O valor cobre parte de um programa de engenharia de front-end loading (FEL) orçado em CAD 10,5 milhões, cuja função é fechar o desenho técnico e o custo final do religamento da unidade. A Bioveld North, subsidiária do grupo canadense de investimentos BMI Group, entra com os CAD 5,4 milhões restantes.
Unidade opera há mais de um século e foi comprada em 2025
A fábrica de Espanola funcionou por mais de 120 anos antes de ser paralisada pela Domtar, em novembro de 2023. O ativo foi adquirido pelo BMI Group em outubro de 2025.
Segundo a Bioveld North, o fechamento eliminou cerca de 400 empregos diretos e desorganizou uma cadeia de suprimento que sustentava aproximadamente 2 mil postos indiretos e 19 serrarias em Ontário. Seis dessas serrarias dependiam de Espanola para cerca de 75% da venda de cavacos. Sem a fábrica, várias delas foram paralisadas e boa parte do resíduo de madeira passou a ser embarcada para fora da província.

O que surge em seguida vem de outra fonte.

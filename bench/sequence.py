"""Sequence files: the portable description of a pre-scan, validated into frozen models.

A sequence file (TOML, ``schema = 1``, see ``docs/sequence-format.md``) holds named sweep
settings (``[sweeps.<name>]``) and an ordered list of steps (``[[steps]]``) told apart by
``kind``. Each kind's model lives in its own module under :mod:`bench.steps`; this module joins
them into one tagged union. :func:`load_sequence` is the only way in from a file; every
problem comes out as a one-line :class:`~bench.errors.ConfigError`.
"""

from __future__ import annotations

from pathlib import Path
from typing import Annotated, Literal, Optional, Union

import pydantic
from pydantic import Field, StrictStr

from bench.steps import KINDS, kind_of, step_models
from bench.steps.ambient import AmbientStep
from bench.steps.fields import DETECTORS, POLARIZATIONS, Label, StrictModel, SweepSettings
from bench.steps.final import AngleSearch, FinalStep, HeightSearch
from bench.steps.grid import GridStep, Rect
from bench.steps.prescan import AzimuthRange, HeightRange, PrescanStep
from bench.steps.sweep import SweepStep
from bench.tomlsource import (
    check_schema,
    cross_check_error,
    format_value,
    read_toml,
    suggest,
    validation_to_config_error,
)

__all__ = [
    "DETECTORS",
    "POLARIZATIONS",
    "STEP_KINDS",
    "SweepSettings",
    "AmbientStep",
    "SweepStep",
    "GridStep",
    "PrescanStep",
    "FinalStep",
    "Step",
    "Rect",
    "HeightRange",
    "AzimuthRange",
    "AngleSearch",
    "HeightSearch",
    "Eut",
    "Sequence",
    "load_sequence",
]

STEP_KINDS = tuple(KINDS)

Step = Annotated[Union[step_models()], Field(discriminator="kind")]


class Eut(StrictModel):
    """``[eut]``: the equipment under test, as people name it (shown in the banner and report)."""

    name: Annotated[StrictStr, Field(min_length=1, max_length=120)]
    revision: Optional[Annotated[StrictStr, Field(max_length=120)]] = None
    serial: Optional[Annotated[StrictStr, Field(max_length=120)]] = None
    notes: Optional[Annotated[StrictStr, Field(max_length=2000)]] = None

    def describe(self) -> str:
        """``sensor board rev C, serial 0042``."""
        text = self.name
        if self.revision:
            text += f" rev {self.revision}"
        if self.serial:
            text += f", serial {self.serial}"
        return text


class Sequence(StrictModel):
    """A whole sequence file.

    Attributes
    ----------
    schema_version : int
        Always 1.
    name : str
    description : str or None
    eut : Eut or None
        The equipment under test (optional ``[eut]`` table).
    sweeps : dict of str to SweepSettings
    steps : tuple of Step
    warnings : tuple of str
        Advice that does not stop a run (property).
    """

    schema_version: Literal[1] = Field(alias="schema")
    name: Label
    description: Optional[StrictStr] = None
    eut: Optional[Eut] = None
    sweeps: Annotated[dict[Label, SweepSettings], Field(min_length=1)]
    steps: Annotated[tuple[Step, ...], Field(min_length=1)]

    @pydantic.model_validator(mode="after")
    def _references(self) -> "Sequence":
        problems = _label_problems(self.steps) + _reference_problems(self)
        if problems:
            problems.sort(key=lambda entry: entry[0])
            raise cross_check_error(problems)
        return self

    def step(self, label: str) -> Step:
        """The step with this label (KeyError if none)."""
        for step in self.steps:
            if step.label == label:
                return step
        raise KeyError(label)

    def sweep_of(self, step: Step) -> SweepSettings:
        """Sweep settings a step uses (a final step uses its prescan's)."""
        return self.sweeps[kind_of(step).sweep_name(self, step)]

    @property
    def warnings(self) -> tuple[str, ...]:
        """Advice that does not stop a run (e.g. a prescan with one polarization)."""
        out = []
        for index, step in enumerate(self.steps):
            out += kind_of(step).warnings(f"steps[{index}] '{step.label}'", step)
        return tuple(out)


def _label_problems(steps: tuple) -> list:
    first: dict[str, int] = {}
    problems = []
    for index, step in enumerate(steps):
        if step.label in first:
            problems.append((("steps", index, "label"),
                             f"expected a unique label, found {format_value(step.label)} "
                             f"again (first used by steps[{first[step.label]}])"))
        first.setdefault(step.label, index)
    return problems


def _reference_problems(sequence: Sequence) -> list:
    problems = []
    earlier: dict[str, str] = {}
    all_labels = {step.label: step.kind for step in sequence.steps}
    for index, step in enumerate(sequence.steps):
        sweep = kind_of(step).own_sweep(step)
        if sweep is not None and sweep not in sequence.sweeps:
            names = sorted(sequence.sweeps)
            problems.append((("steps", index, "sweep"),
                             f"expected the name of a [sweeps.*] table ({', '.join(names)}), "
                             f"found {format_value(sweep)}{suggest(sweep, names)}"))
        for key, wanted in kind_of(step).references:
            target = getattr(step, key, None)
            if target is not None:
                problem = _reference_problem(target, wanted, earlier, all_labels)
                if problem:
                    problems.append((("steps", index, key), problem))
        earlier.setdefault(step.label, step.kind)
    return problems


def _reference_problem(target: str, wanted: str, earlier: dict[str, str],
                       all_labels: dict[str, str]) -> str | None:
    expected = f"expected the label of an earlier {wanted} step"
    if target in earlier:
        if earlier[target] == wanted:
            return None
        article = "an" if earlier[target][0] in "aeiou" else "a"
        return f"{expected}, found {format_value(target)}, {article} {earlier[target]} step"
    if target in all_labels:
        return f"{expected}, found {format_value(target)}, which comes later"
    candidates = [label for label, kind in earlier.items() if kind == wanted]
    return f"{expected}, found {format_value(target)}{suggest(target, candidates)}"


def load_sequence(path: str | Path) -> Sequence:
    """Read and validate a sequence file.

    Parameters
    ----------
    path : str or Path
        The TOML file. Its path appears as written in error messages.

    Returns
    -------
    Sequence
        Frozen, SI units; ``.warnings`` holds advice.

    Raises
    ------
    ConfigError
        One line ``FILE:LINE: KEY.PATH: expected ..., found ...`` for the first problem in
        file order; ``.all_errors`` holds every problem found, in file order.
    """
    source = read_toml(path)
    check_schema(source)
    try:
        return Sequence.model_validate(source.data)
    except pydantic.ValidationError as exc:
        raise validation_to_config_error(source, exc, Sequence) from None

Celulose premium primeiro, bioprodutos depois
O plano da companhia é transformar o site em um polo de bioprodutos de fibra integral. A primeira fase prevê a produção de celulose premium – fibra longa branqueada (NBSK) – e papéis especiais; em etapas seguintes, entram biocarvão, combustíveis renováveis e energia limpa.
“Esta fábrica nunca foi demolida nem deixada para apodrecer, ela foi mantida aquecida, esperando”, afirmou Paul Veldman, CEO do BMI Group à imprensa local. Segundo ele, a estratégia da empresa, batizada de Pulp+, parte de uma ideia simples: “colocar a madeira de volta ao trabalho”.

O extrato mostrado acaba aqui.